Magnetic based micro-indentation catheter for soft tissue characterization in minimally invasive surgery

Abstract

During the last ten years, open heart surgery has increasingly been replaced by minimally invasive surgery (MIS), which has three main advantages. There is reduced blood loss, small scars to reduce infections, and a shorter recovery time. However, MIS still lacks full surgical capabilities such as tool dexterity, tool-tissue contact force determination and tissue characterization. Tissue characterization in open heart surgery is performed by palpation, but during MIS artificial tactile sensing in a catheter tip needs to be used to determine tissue abnormalities and the effectiveness of thermal ablation. Thermal ablation in the heart is used to treat atrial fibrillation (heart rhythm disease) by destroying tissue and therefore blocking an electrical pathway. The treatment effectiveness is determined by measuring the resulting increase in stiffness of the lesion, which directly relates to the size of tissue that has been burned. There are currently no solutions available for this artificial sensing. Therefore the main goal of this research is to develop a catheter tip capable of force and soft tissue stiffness measurement in the human heart.
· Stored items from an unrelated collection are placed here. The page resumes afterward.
def calibrate(settings: GateSettings, cvs, shares, paths: int = 10_000,
              null_paths: int = 20_000, outliers: float = 0.0) -> None:
    """Boundary false-fail rate of the rule on null paths with their own horizons.

    `benchharness.gate.calibrate`: for each share of the level, the horizon
    planned from the true noise ('known': the level spent is held), from the
    estimate with no floor ('no-pilot': the rule before the pilot) and the
    gate's rule ('pilot'). The largest share whose worst case over the CVs stays
    within the target is the worst-case adjusted level (Kieser & Friede 2000).
    """
    from benchharness.gate.calibrate import (
        RULES,
        boundary_false_fail,
        boundary_table,
        null_paths_at_boundary,
    )

    print(f"calibration: boundary false-fail of the rule on {paths} null paths per CV with "
          f"their own noise estimates and horizons (true ratio {1 + settings.tolerance:g}, "
          f"{outliers:.0%} of runs 1.5x as slow); "
          f"boundaries from {null_paths} null paths; for each share of the level: 'known' "
          "plans the horizon from the true noise, 'no-pilot' from the estimate with no "
          "floor (the rule before the pilot), 'pilot' is the gate's rule")
    tables = {c: boundary_table(c * (1 - settings.confidence), settings, null_paths)
              for c in shares}
    worst: dict[str, float] = {}
    for cv in cvs:
        mu, se = null_paths_at_boundary(cv, settings, paths, outliers=outliers)
        cells = []
        for c in shares:
            for rule in RULES:
                rate = boundary_false_fail(mu, se, cv, c, rule, settings, tables[c])
                label = f"{rule} {c:g}"
                worst[label] = max(worst.get(label, 0.0), rate)
                cells.append(f"{label} {100 * rate:.2f}%")
        print(f"  CV {cv:4.0%}  " + "  ".join(cells), flush=True)
    print("  worst case over the CVs: " +
          "  ".join(f"{k} {100 * v:.2f}%" for k, v in worst.items()))
    print()


def use_null_cache(path: str, top: int = 100) -> None:
    """Load (or compute and save) the gate's null robust statistics after 2..top blocks.

    The values are those `benchharness.gate.sequential.null_robust_column` computes
    (the same seeded paths); the gate's spending record then reads them from here.
    """
    import numpy as np

    from benchharness.gate import sequential as seq

    p = Path(path)
    paths, seed = 60_000, 19830101
    if p.exists():
        table = np.load(p)
    else:
        table = np.stack([seq.null_robust_column(paths, seed, n) for n in range(2, top + 1)])
        tmp = p.with_suffix(".part.npy")
        np.save(tmp, table)
        tmp.replace(p)
    original = seq.null_robust_column

    def column(p_, s_, n):
        if p_ == paths and s_ == seed and 2 <= n <= top:
            return table[n - 2]
        return original(p_, s_, n)

    seq.null_robust_column = column


def rule_rates(settings: GateSettings, cvs, outliers, ratios, paths: int, seed: int = 3) -> None:
    """The gate's decision rule on simulated paths, with its real spending record.

    `benchharness.gate.calibrate.gate_rule_outcomes`: the resistant statistic of
    every path after every block (vectorized), then each path judged look by look
    by the gate's own horizon code and a `SpendingTracker` per horizon history.
    It agrees with the gate loop verdict for verdict on the same blocks
    (tests/test_gate_stats.py) and takes a fraction of its time.
    """
    import numpy as np

    from benchharness.gate.calibrate import gate_rule_outcomes, null_paths_at_boundary

    print(f"decision rule on {paths} simulated paths per row (real spending record)")
    for cv in cvs:
        for o in outliers:
            mu, se = null_paths_at_boundary(cv, settings, paths, seed=seed, outliers=o)
            for ratio in ratios:
                t0 = time.time()
                v, n = gate_rule_outcomes(mu, se, settings,
                                          shift=math.log(ratio / (1 + settings.tolerance)))
                k = int(np.sum(v == "regression"))
                print(f"  CV {cv:4.0%}  slow runs {o:4.0%}  ratio {ratio:.2f}  fail "
                      f"{fmt_rate(k, paths)}  pass {100 * np.mean(v == 'pass'):6.2f}%  "
                      f"undecided {100 * np.mean(v == 'inconclusive'):6.2f}%  mean runs "
                      f"{n.mean():6.2f}   ({time.time() - t0:.0f} s)", flush=True)
    print()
During this research, such a catheter tip has been designed. Stiffness sensing is performed based on load-displacement determination, where the catheter is actuated ex vivo by a concentric tube mechanism in a displacement-controlled mode. Contact force measurement, between the catheter tip and tissue, is performed with a 3D magnetic Hall sensor and a permanent magnet, each attached to one end of a spring (resilient structure). The design has been prototyped and tested, and is able to discriminate between different stiffness values with high repeatability.